//! The report on logs of a run with a temperature channel (issue 19): the drift read
//! without temperature compensation beside the drift with it, the board's temperature
//! over the run, the zeros taken with the RF off; and logs without any of it, which must
//! report exactly as before.

mod common;

use common::bin;

/// Logs written by `record` before issue 19 (a demo soak of 1 h at 10 s with 10 min at
/// 30 s appended, so two runs; an overload demo with bound and flagged rows), with the
/// report's output on them saved from the build before the temperature columns were read.
const BEFORE: [(&str, &[&str], &str); 6] = [
    ("soak_before_temperature.csv", &[], "soak.txt"),
    ("soak_before_temperature.csv", &["--json"], "soak.json"),
    (
        "soak_before_temperature.csv",
        &["--run", "1", "--from", "10m", "--to", "50m"],
        "soak_run1_span.txt",
    ),
    (
        "soak_before_temperature.csv",
        &["--run", "1", "--every", "1m", "--json"],
        "soak_run1_every.json",
    ),
    ("overload_before_temperature.csv", &[], "overload.txt"),
    (
        "overload_before_temperature.csv",
        &["--json"],
        "overload.json",
    ),
];

// Source: the report's own output on the same logs, saved before the temperature columns
// and zero lines were read (tests/report_logs/*.txt, *.json): a log without them must
// give the same bytes, text and JSON, whole log, one run, a span and folded rows.
#[test]
fn a_log_without_temperature_reports_byte_for_byte_as_before() {
    for (log, args, saved) in BEFORE {
        let out = bin()
            .arg("report")
            .arg(format!("tests/report_logs/{log}"))
            .args(args)
            .output()
            .unwrap();
        assert!(
            out.status.success(),
            "{log} {args:?}: {}",
            String::from_utf8_lossy(&out.stderr)
        );
        let want = std::fs::read(format!(
            "{}/tests/report_logs/{saved}",
            env!("CARGO_MANIFEST_DIR")
        ))
        .unwrap();
        assert!(
            out.stdout == want,
            "{log} {args:?} differs from {saved}:\n{}",
            String::from_utf8_lossy(&out.stdout)
        );
    }
}

/// The column header of an interval log of one channel with a temperature channel, as
/// issue 19 fixes it: `uncomp_dbm` right after the group's `u_db`, `temp_c` and
/// `temp_flags` at the end of the row.
const HEADER: &str = "time_s,utc,samples,mean_dbm,min_dbm,max_dbm,mean_w,flags,bound,averaged,\
                      u_db,uncomp_dbm,temp_c,temp_flags\n";

/// One row of such a log: the compensated mean, the uncompensated one, the temperature
/// cell (as text, so that it may be empty) and the power and temperature flags.
struct Row<'a> {
    t: f64,
    mean: f64,
    uncomp: Option<f64>,
    temp: &'a str,
    flags: &'a str,
    temp_flags: &'a str,
}

fn row(t: f64, mean: f64, uncomp: f64, temp: &str) -> Row<'_> {
    Row {
        t,
        mean,
        uncomp: Some(uncomp),
        temp,
        flags: "",
        temp_flags: "",
    }
}

/// The context lines `record` writes, with the starting zero, and the header.
fn opening(every_s: f64) -> String {
    format!(
        "# dbtrail 0.1.0 record\n# profile: synthetic; sha256 0\n\
         # started: 2026-12-03T08:00:00.000Z\n# source: test\n\
         # rows: every {every_s}s; power averaged over watts\n\
         # zero: time_s=0.000 counts=3.000 source=profile\n{HEADER}"
    )
}

fn row_line(r: &Row) -> String {
    let u_db = if r.flags.contains("temp-outside") {
        ""
    } else {
        "0.4000"
    };
    let uncomp = r.uncomp.map_or(String::new(), |u| format!("{u:.4}"));
    format!(
        "{:.6},x,100,{:.4},{:.4},{:.4},{:.6e},{},,100,{u_db},{uncomp},{},{}\n",
        r.t,
        r.mean,
        r.mean - 0.01,
        r.mean + 0.01,
        10f64.powf(r.mean / 10.0) * 1e-3,
        r.flags,
        r.temp,
        r.temp_flags
    )
}

fn log_of(every_s: f64, rows: &[Row]) -> String {
    let mut text = opening(every_s);
    for r in rows {
        text.push_str(&row_line(r));
    }
    text
}

/// Writes `text` as a log and runs `report` on it with `args`.
fn report_on(dir: &std::path::Path, name: &str, text: &str, args: &[&str]) -> std::process::Output {
    let path = dir.join(name);
    std::fs::write(&path, text).unwrap();
    bin().arg("report").arg(&path).args(args).output().unwrap()
}

fn json_of(out: &std::process::Output) -> serde_json::Value {
    assert!(
        out.status.success(),
        "{}",
        String::from_utf8_lossy(&out.stderr)
    );
    serde_json::from_slice(&out.stdout).unwrap()
}

fn text_of(out: &std::process::Output) -> String {
    assert!(
        out.status.success(),
        "{}",
        String::from_utf8_lossy(&out.stderr)
    );
    String::from_utf8(out.stdout.clone()).unwrap()
}

/// The value of the text report's line labelled `label`, its wrapped lines joined.
fn text_line(text: &str, label: &str) -> String {
    let mut lines = text
        .lines()
        .skip_while(|l| !l.trim_start().starts_with(&format!("{label} ")));
    let first = lines
        .next()
        .unwrap_or_else(|| panic!("no {label} in\n{text}"));
    let rest = lines.take_while(|l| l.starts_with("                "));
    std::iter::once(first.trim_start()[label.len()..].trim())
        .chain(rest.map(str::trim))
        .collect::<Vec<_>>()
        .join(" ")
}

fn number(value: &serde_json::Value, key: &str) -> f64 {
    value[key]
        .as_f64()
        .unwrap_or_else(|| panic!("no number `{key}` in {value}"))
}

/// Three hours of 10 s rows: the compensated mean falling 0.12 dB/h, the uncompensated
/// one 0.5 dB/h, both with the same white noise of 0.01 dB (seeded), and the board
/// warming from 25 °C.
fn drifting_log() -> String {
    use rand::SeedableRng;
    use rand_distr::{Distribution, Normal};
    let mut rng = rand_pcg::Pcg64::seed_from_u64(19);
    let noise = Normal::new(0.0, 0.01).unwrap();
    let rows: Vec<(f64, f64, f64, String)> = (0..1080)
        .map(|i| {
            let t = f64::from(i) * 10.0;
            let h = t / 3600.0;
            let n = noise.sample(&mut rng);
            let temp = format!("{:.3}", 25.0 + 2.0 * h);
            (t, 20.0 - 0.12 * h + n, 20.0 - 0.5 * h + n, temp)
        })
        .collect();
    let rows: Vec<Row> = rows
        .iter()
        .map(|(t, mean, uncomp, temp)| row(*t, *mean, *uncomp, temp))
        .collect();
    log_of(10.0, &rows)
}

// Source: worked example: a straight-line fall plus white noise of known σ is recovered
// by least squares within about two standard errors (common practice: ±2 SE cover about
// 95 %; σ = 0.01 dB over 1080 rows in 3 h gives SE ≈ σ/√Sxx = 0.01/√810 ≈ 3.5e-4 dB/h,
// the estimator itself being checked against statsmodels in tests/soak.rs). The two
// series carry the same noise, so their slopes differ by the lines' −0.38 dB/h to the
// rounding of the 4-decimal cells: swapping the columns would give +0.38.
#[test]
fn the_drift_without_compensation_is_read_from_its_own_column() {
    let tmp = common::scratch("uncomp-drift");
    let dir = tmp.path();
    let text = drifting_log();
    let value = json_of(&report_on(dir, "d.csv", &text, &["--json"]));
    let (comp, comp_se) = (
        number(&value, "drift_db_per_hour"),
        number(&value, "drift_stderr_db_per_hour"),
    );
    let (uncomp, uncomp_se) = (
        number(&value, "drift_uncompensated_db_per_hour"),
        number(&value, "drift_uncompensated_stderr_db_per_hour"),
    );
    assert!((comp + 0.12).abs() <= 2.0 * comp_se, "{comp} ± {comp_se}");
    assert!(
        (uncomp + 0.5).abs() <= 2.0 * uncomp_se,
        "{uncomp} ± {uncomp_se}"
    );
    assert!(comp_se < 2e-3 && uncomp_se < 2e-3, "{comp_se} {uncomp_se}");
    assert!(
        ((uncomp - comp) + 0.38).abs() < 1e-3,
        "{uncomp} against {comp}"
    );
    let table = text_of(&report_on(dir, "d.csv", &text, &[]));
    let line = text_line(&table, "uncompensated");
    assert!(
        line.starts_with(&format!(
            "without temperature compensation: {uncomp:+.4} dB/h ± "
        )),
        "{line}"
    );
    let drift_at = table.find("  drift ").unwrap();
    let uncomp_at = table.find("  uncompensated ").unwrap();
    let whole_at = table.find("  whole span ").unwrap();
    assert!(drift_at < uncomp_at && uncomp_at < whole_at, "{table}");
}
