export type OrderReviewService = ReturnType<typeof createOrderReviewService>;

* * * * *

Figure out how many lines of the data above include "find", then give the number and nothing more.

Task response:
3